-------- Dataset entries

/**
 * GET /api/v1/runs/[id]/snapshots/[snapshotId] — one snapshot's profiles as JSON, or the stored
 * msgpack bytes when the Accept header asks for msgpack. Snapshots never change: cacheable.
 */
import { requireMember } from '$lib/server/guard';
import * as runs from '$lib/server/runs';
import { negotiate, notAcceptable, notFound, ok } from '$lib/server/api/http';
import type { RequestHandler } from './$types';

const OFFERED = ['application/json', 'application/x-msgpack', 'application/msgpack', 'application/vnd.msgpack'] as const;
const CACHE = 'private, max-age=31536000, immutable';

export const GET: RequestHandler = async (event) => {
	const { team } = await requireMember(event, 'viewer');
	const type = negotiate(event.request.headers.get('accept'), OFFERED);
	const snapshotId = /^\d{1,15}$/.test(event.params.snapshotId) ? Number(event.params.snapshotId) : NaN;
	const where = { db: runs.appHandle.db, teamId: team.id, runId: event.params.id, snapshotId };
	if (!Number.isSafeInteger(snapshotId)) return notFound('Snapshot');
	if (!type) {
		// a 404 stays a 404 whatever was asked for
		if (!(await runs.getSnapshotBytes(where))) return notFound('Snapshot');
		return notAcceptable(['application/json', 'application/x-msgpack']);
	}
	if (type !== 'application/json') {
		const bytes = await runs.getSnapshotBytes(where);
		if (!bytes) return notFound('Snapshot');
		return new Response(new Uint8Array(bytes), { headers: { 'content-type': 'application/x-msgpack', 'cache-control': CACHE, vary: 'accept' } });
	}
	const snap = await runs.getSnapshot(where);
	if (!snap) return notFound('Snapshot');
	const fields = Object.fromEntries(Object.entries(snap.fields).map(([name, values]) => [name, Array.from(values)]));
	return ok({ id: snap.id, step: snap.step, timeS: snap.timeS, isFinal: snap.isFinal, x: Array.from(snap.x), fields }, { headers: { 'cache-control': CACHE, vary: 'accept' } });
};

----------------

**Assignment:**
I'd like an exact copy of the lines above, from the very first one through the line that contains "import * as runs from '$lib/server/runs';", with nothing else added.

**Response to the task:**
/**
 * GET /api/v1/runs/[id]/snapshots/[snapshotId] — one snapshot's profiles as JSON, or the stored
 * msgpack bytes when the Accept header asks for msgpack. Snapshots never change: cacheable.
 */
import { requireMember } from '$lib/server/guard';
import * as runs from '$lib/server/runs';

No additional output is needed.